» **RECORDS TO USE**
··········

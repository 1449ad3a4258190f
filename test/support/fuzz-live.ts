import { enableMidi } from '../../src/io/midi-system.js';
import { virtualInput, virtualOutput } from '../../src/io/virtual-ports.js';
import { Bridge } from '../../src/live/bridge.js';
import { createRouter } from '../../src/router/setup.js';
import { type FuzzReport, type FuzzSetup, type FuzzStep, fuzzEngine, letGo, observe, RELEASE_GUARD_MS } from './fuzz.js';
import { InvariantChecker } from './invariants.js';
import { ReferenceStream } from './reference-stream.js';

const pause = (ms: number) => new Promise((resolve) => setTimeout(resolve, ms));

async function until(condition: () => boolean, what: string, ms = 5000): Promise<void> {
  const end = Date.now() + ms;
  while (!condition()) {
    if (Date.now() > end) throw new Error(`timed out waiting for ${what}`);
    await pause(1);
  }
}

let runs = 0;

/**
 * Plays steps through the live bridge on in-process virtual ports (a keyboard and a pedal box in,
 * the reference synth out), with unplugging and plugging back, checked by the invariants. The
 * bridge's clock is the performance's own time, so gaps and timeouts happen as written without
 * waiting for them.
 */
export async function runLiveFuzz(setup: FuzzSetup, seed: number, steps: readonly FuzzStep[]): Promise<FuzzReport & { readonly inputDrops: number }> {
  await enableMidi({ virtualOnly: true });
  const id = ++runs;
  let now = 0;
  const checker = new InvariantChecker({ mode: setup.mode, tailMs: RELEASE_GUARD_MS });
  const devices = [virtualInput(`fuzz keyboard ${id}`), virtualInput(`fuzz pedals ${id}`)];
  const synthPort = virtualOutput(`fuzz synth ${id}`, (bytes) => checker.output(now, bytes));
  const router = createRouter(fuzzEngine(setup, seed, (e) => observe(checker, e)));
  const names = devices.map((d) => d.name);
  await until(() => Bridge.portsPresent(names, synthPort.name), 'the virtual ports');
  checker.input([]);
  const bridge = Bridge.open({ inputs: names, output: synthPort.name, router, clock: () => now });
  const streams = devices.map(() => new ReferenceStream());
  const send = (source: number, bytes: number[]): void => {
    checker.input(streams[source]!.feed(bytes), source);
    devices[source]!.send(bytes);
  };
  try {
    let sinceYield = 0;
    for (const step of steps) {
      now = step.time;
      if ('hotplug' in step) {
        const device = devices[step.source]!;
        if (step.hotplug === 'unplug') {
          checker.input([]);
          device.unplug();
          await until(() => bridge.inputsConnected[step.source] === false, 'the unplug');
          streams[step.source]!.cut();
          checker.unplugged(step.source);
        } else {
          device.plug();
          await until(() => bridge.inputsConnected[step.source] === true, 'the plug');
        }
        continue;
      }
      send(step.source, step.bytes);
      if (++sinceYield >= 200) {
        sinceYield = 0;
        await pause(0); // let the bridge's timer run now and then
      }
    }
    for (let source = 0; source < devices.length; source++) send(source, letGo());
    const counts = checker.finish(now);
    const bookMismatch = Math.abs(router.soundingCount - checker.synth.active().length);
    return {
      setup,
      path: 'live',
      events: steps.length,
      counts,
      bookMismatch,
      violations: checker.violations,
      clean: checker.clean && bookMismatch === 0,
      inputDrops: bridge.inputDrops.bytes,
    };
  } finally {
    bridge.stop('fuzz over');
  }
}
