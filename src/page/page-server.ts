import { randomBytes, timingSafeEqual } from 'node:crypto';
import { readFileSync } from 'node:fs';
import { createServer, type IncomingMessage, type Server, type ServerResponse } from 'node:http';
import { isIP, type Socket } from 'node:net';
import { join } from 'node:path';
import { WebSocketServer, type WebSocket } from 'ws';
import { packageRoot } from '../util/package-root.js';
import { UserError } from '../util/errors.js';
import { parseStageControl, type StageControl, type StageControlResult, type StageState } from './stage-state.js';

/** The port the page takes when none is given. */
export const DEFAULT_PAGE_PORT = 8421;
/** At most this many updates a second go to the page; the latest state wins. */
export const PAGE_UPDATES_PER_SECOND = 30;
const FRAME_MS = Math.ceil(1000 / PAGE_UPDATES_PER_SECOND);
/** A page that has this much unsent is skipped for a frame (a slow tablet never holds anything up). */
const SLOW_CLIENT_BYTES = 1 << 20;
const COOKIE = 'diesis_page';

export interface PageServerStart {
  /** The address to listen on; 127.0.0.1 (this computer only) unless told otherwise. */
  readonly host?: string | undefined;
  /** 0 takes any free port. */
  readonly port?: number | undefined;
  /**
   * The token a page must show. Off this computer one is always required: when none is given a
   * random one is made. On a loopback address none is needed unless one is given.
   */
  readonly token?: string | undefined;
}

export type ControlHandler = (control: StageControl) => StageControlResult;

/** What travels to the page. */
type ToPage =
  | { readonly type: 'state'; readonly state: Omit<StageState, 'tuning'> & { tuning: Omit<StageState['tuning'], 'picture'> } }
  | { readonly type: 'picture'; readonly svg: string }
  | { readonly type: 'result'; readonly id: unknown; readonly result: StageControlResult };

/** The page's own files, read once from the package (nothing is fetched from anywhere else). */
const ASSETS: Readonly<Record<string, { file: string; type: string }>> = {
  '/': { file: 'index.html', type: 'text/html; charset=utf-8' },
  '/stage.css': { file: 'stage.css', type: 'text/css; charset=utf-8' },
  '/stage.js': { file: 'stage.js', type: 'text/javascript; charset=utf-8' },
};

/** Everything from this server, nothing from elsewhere, no inline script. */
const SECURITY_HEADERS = {
  'content-security-policy': "default-src 'none'; script-src 'self'; style-src 'self'; img-src 'self' data:; connect-src 'self'; base-uri 'none'; form-action 'none'; frame-ancestors 'none'",
  'x-content-type-options': 'nosniff',
  'referrer-policy': 'no-referrer',
  'cache-control': 'no-store',
} as const;

export function isLoopback(host: string): boolean {
  return host === 'localhost' || host === '::1' || /^127\.\d{1,3}\.\d{1,3}\.\d{1,3}$/u.test(host);
}

function sameSecret(given: string | null | undefined, token: string): boolean {
  if (typeof given !== 'string') return false;
  const a = Buffer.from(given);
  const b = Buffer.from(token);
  return a.length === b.length && timingSafeEqual(a, b);
}

function cookieToken(req: IncomingMessage): string | undefined {
  for (const part of (req.headers.cookie ?? '').split(';')) {
    const [name, ...rest] = part.trim().split('=');
    if (name === COOKIE) return rest.join('=');
  }
  return undefined;
}

/**
 * The stage page's server: Node's http for the page's three files and `ws` for the live state and
 * the controls. `publish` only stores the state and arms a timer: the caller (the MIDI path) never
 * waits on a page, and at most ~30 frames a second go out, each the latest state. Nothing it
 * serves or hears can read or change a file: the files are read once at start, and a control is
 * only handed to the `onControl` callback.
 */
export class PageServer {
  private http: Server | undefined;
  private wss: WebSocketServer | undefined;
  private readonly clients = new Set<WebSocket>();
  private readonly sockets = new Set<Socket>();
  private assets = new Map<string, { body: Buffer; type: string }>();
  private latest: StageState | undefined;
  private sentState = '';
  /** The picture each page has now (sent only when it changes). */
  private readonly pictures = new WeakMap<WebSocket, string>();
  private timer: NodeJS.Timeout | undefined;
  private lastFrame = 0;
  private handler: ControlHandler = () => ({ ok: false, reason: 'nothing listens to controls' });
  private address = { host: '127.0.0.1', port: 0 };
  private secret: string | undefined;
  private heartbeat: NodeJS.Timeout | undefined;
  private readonly alive = new WeakSet<WebSocket>();

  /** The token a page must show, or undefined when none is needed (this computer only). */
  get token(): string | undefined {
    return this.secret;
  }

  get port(): number {
    return this.address.port;
  }

  /** The address to open, token included. */
  get url(): string {
    const host = isIP(this.address.host) === 6 ? `[${this.address.host}]` : this.address.host === '0.0.0.0' ? '127.0.0.1' : this.address.host;
    return `http://${host}:${this.address.port}/${this.secret ? `?token=${this.secret}` : ''}`;
  }

  /** Pages connected now. */
  get connections(): number {
    return this.clients.size;
  }

  async start(options: PageServerStart = {}): Promise<void> {
    if (this.http) throw new Error('the page server is already running');
    const host = options.host ?? '127.0.0.1';
    this.secret = options.token ?? (isLoopback(host) ? undefined : randomBytes(18).toString('base64url'));
    const dir = join(packageRoot(), 'page');
    this.assets = new Map(Object.entries(ASSETS).map(([path, a]) => [path, { body: readFileSync(join(dir, a.file)), type: a.type }]));
    const http = createServer((req, res) => this.request(req, res));
    http.on('connection', (socket) => {
      this.sockets.add(socket);
      socket.once('close', () => this.sockets.delete(socket));
    });
    const wss = new WebSocketServer({ noServer: true, maxPayload: 4096 });
    http.on('upgrade', (req: IncomingMessage, socket: Socket, head: Buffer) => this.upgrade(req, socket, head));
    wss.on('connection', (ws) => this.connected(ws));
    await new Promise<void>((resolve, reject) => {
      http.once('error', (error: NodeJS.ErrnoException) =>
        reject(
          error.code === 'EADDRINUSE'
            ? new UserError(`the page cannot use port ${options.port ?? DEFAULT_PAGE_PORT} on ${host}: it is taken (give another with --page PORT)`)
            : error.code === 'EADDRNOTAVAIL'
              ? new UserError(`--page-host ${host}: this computer has no such address`)
              : new UserError(`the page cannot listen on ${host}: ${error.message}`),
        ),
      );
      http.listen(options.port ?? DEFAULT_PAGE_PORT, host, () => resolve());
    });
    const bound = http.address();
    this.address = { host, port: typeof bound === 'object' && bound ? bound.port : 0 };
    this.http = http;
    this.wss = wss;
    this.heartbeat = setInterval(() => this.beat(), 10_000);
    this.heartbeat.unref();
  }

  onControl(handler: ControlHandler): void {
    this.handler = handler;
  }

  /** Stores the state for the next frame; returns at once. */
  publish(state: StageState): void {
    this.latest = state;
    if (this.timer || !this.http) return;
    const wait = Math.max(0, this.lastFrame + FRAME_MS - performance.now());
    this.timer = setTimeout(() => this.frame(), wait);
  }

  /** Sends the last state published (if a frame is pending), then closes every page and the server. */
  async stop(): Promise<void> {
    if (this.timer) {
      clearTimeout(this.timer);
      this.frame();
    }
    if (this.heartbeat) clearInterval(this.heartbeat);
    for (const ws of this.clients) ws.close(1001, 'diesis stopped');
    const http = this.http;
    const wss = this.wss;
    this.http = undefined;
    this.wss = undefined;
    await new Promise<void>((resolve) => (wss ? wss.close(() => resolve()) : resolve()));
    if (http) {
      const closed = new Promise<void>((resolve) => http.close(() => resolve()));
      for (const ws of this.clients) ws.terminate();
      for (const socket of this.sockets) socket.destroy();
      await closed;
    }
    this.clients.clear();
  }

  private frame(): void {
    this.timer = undefined;
    this.lastFrame = performance.now();
    const state = this.latest;
    if (!state || this.clients.size === 0) return;
    this.sendPicture(state);
    const text = JSON.stringify({ type: 'state', state: withoutPicture(state) } satisfies ToPage);
    if (text === this.sentState) return;
    this.sentState = text;
    this.broadcast(text);
  }

  private sendPicture(state: StageState, only?: WebSocket): void {
    const picture = state.tuning.picture;
    if (picture === undefined) return;
    let text: string | undefined;
    for (const ws of only ? [only] : this.clients) {
      if (this.pictures.get(ws) === picture || ws.readyState !== ws.OPEN) continue;
      text ??= JSON.stringify({ type: 'picture', svg: picture } satisfies ToPage);
      ws.send(text);
      this.pictures.set(ws, picture);
    }
  }

  private broadcast(text: string): void {
    for (const ws of this.clients) if (ws.readyState === ws.OPEN && ws.bufferedAmount < SLOW_CLIENT_BYTES) ws.send(text);
  }

  private beat(): void {
    for (const ws of this.clients) {
      if (!this.alive.has(ws)) {
        ws.terminate();
        continue;
      }
      this.alive.delete(ws);
      ws.ping();
    }
  }

  /** Whether the request names this server as its host (a loopback page refuses other names: no DNS rebinding). */
  private hostAllowed(req: IncomingMessage): boolean {
    if (this.secret) return true;
    const host = req.headers.host ?? '';
    const port = `:${this.address.port}`;
    return [`127.0.0.1${port}`, `localhost${port}`, `[::1]${port}`].includes(host) || (isLoopback(this.address.host) && host === `${this.address.host}${port}`);
  }

  private tokenShown(req: IncomingMessage, url: URL): boolean {
    if (!this.secret) return true;
    return sameSecret(url.searchParams.get('token'), this.secret) || sameSecret(cookieToken(req), this.secret);
  }

  private request(req: IncomingMessage, res: ServerResponse): void {
    const refuse = (status: number, text: string): void => {
      res.writeHead(status, { 'content-type': 'text/plain; charset=utf-8', ...SECURITY_HEADERS });
      res.end(`${text}\n`);
    };
    if (req.method !== 'GET' && req.method !== 'HEAD') return refuse(405, 'the stage page only reads');
    if (!this.hostAllowed(req)) return refuse(421, 'not this page’s address');
    const url = new URL(req.url ?? '/', 'http://page.invalid');
    if (!this.tokenShown(req, url)) return refuse(403, 'this page needs the address with its token, as diesis printed it');
    const asset = this.assets.get(url.pathname);
    if (!asset) return refuse(404, 'no such page');
    const headers: Record<string, string> = { 'content-type': asset.type, ...SECURITY_HEADERS };
    if (this.secret) headers['set-cookie'] = `${COOKIE}=${this.secret}; HttpOnly; SameSite=Strict; Path=/`;
    res.writeHead(200, headers);
    res.end(req.method === 'HEAD' ? undefined : asset.body);
  }

  private upgrade(req: IncomingMessage, socket: Socket, head: Buffer): void {
    const refuse = (status: string): void => {
      socket.end(`HTTP/1.1 ${status}\r\nConnection: close\r\nContent-Length: 0\r\n\r\n`);
      socket.destroy();
    };
    const url = new URL(req.url ?? '/', 'http://page.invalid');
    if (url.pathname !== '/live' || !this.wss) return refuse('404 Not Found');
    if (!this.hostAllowed(req)) return refuse('421 Misdirected Request');
    // Only this page may connect: a page from any other origin (a web site open in another tab) is refused.
    if (req.headers.origin !== `http://${req.headers.host ?? ''}`) return refuse('403 Forbidden');
    if (!this.tokenShown(req, url)) return refuse('403 Forbidden');
    this.wss.handleUpgrade(req, socket, head, (ws) => this.wss?.emit('connection', ws, req));
  }

  private connected(ws: WebSocket): void {
    this.clients.add(ws);
    this.alive.add(ws);
    ws.on('pong', () => this.alive.add(ws));
    ws.on('close', () => this.clients.delete(ws));
    ws.on('error', () => this.clients.delete(ws));
    ws.on('message', (data, isBinary) => this.message(ws, isBinary ? '' : String(data)));
    const state = this.latest;
    if (state) {
      this.sendPicture(state, ws);
      ws.send(JSON.stringify({ type: 'state', state: withoutPicture(state) } satisfies ToPage));
    }
  }

  private message(ws: WebSocket, text: string): void {
    let request: unknown;
    try {
      request = JSON.parse(text);
    } catch {
      return;
    }
    if (typeof request !== 'object' || request === null) return;
    const { id, control, token } = request as { id?: unknown; control?: unknown; token?: unknown };
    const reply = (result: StageControlResult): void => ws.send(JSON.stringify({ type: 'result', id: typeof id === 'number' ? id : null, result } satisfies ToPage));
    if (this.secret && !sameSecret(typeof token === 'string' ? token : undefined, this.secret)) return reply({ ok: false, reason: 'this control needs the page’s token' });
    const parsed = parseStageControl(control);
    if (typeof parsed === 'string') return reply({ ok: false, reason: parsed });
    let result: StageControlResult;
    try {
      result = this.handler(parsed);
    } catch (error) {
      result = { ok: false, reason: error instanceof Error ? error.message : String(error) };
    }
    reply(result);
  }
}

function withoutPicture(state: StageState): Omit<StageState, 'tuning'> & { tuning: Omit<StageState['tuning'], 'picture'> } {
  const { picture: _picture, ...tuning } = state.tuning;
  return { ...state, tuning };
}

··········

» **WHAT YOU HAVE TO DO**
Restate word for word the entries above from the line with "const host = isIP(this.address.host)" through the line with "const wss = new", inclusive, leaving out everything else.

» **TASK SOLUTION**
    const host = isIP(this.address.host) === 6 ? `[${this.address.host}]` : this.address.host === '0.0.0.0' ? '127.0.0.1' : this.address.host;
    return `http://${host}:${this.address.port}/${this.secret ? `?token=${this.secret}` : ''}`;
  }

  /** Pages connected now. */
  get connections(): number {
    return this.clients.size;
  }

  async start(options: PageServerStart = {}): Promise<void> {
    if (this.http) throw new Error('the page server is already running');
    const host = options.host ?? '127.0.0.1';
    this.secret = options.token ?? (isLoopback(host) ? undefined : randomBytes(18).toString('base64url'));
    const dir = join(packageRoot(), 'page');
    this.assets = new Map(Object.entries(ASSETS).map(([path, a]) => [path, { body: readFileSync(join(dir, a.file)), type: a.type }]));
    const http = createServer((req, res) => this.request(req, res));
    http.on('connection', (socket) => {
      this.sockets.add(socket);
      socket.once('close', () => this.sockets.delete(socket));
    });
    const wss = new WebSocketServer({ noServer: true, maxPayload: 4096 });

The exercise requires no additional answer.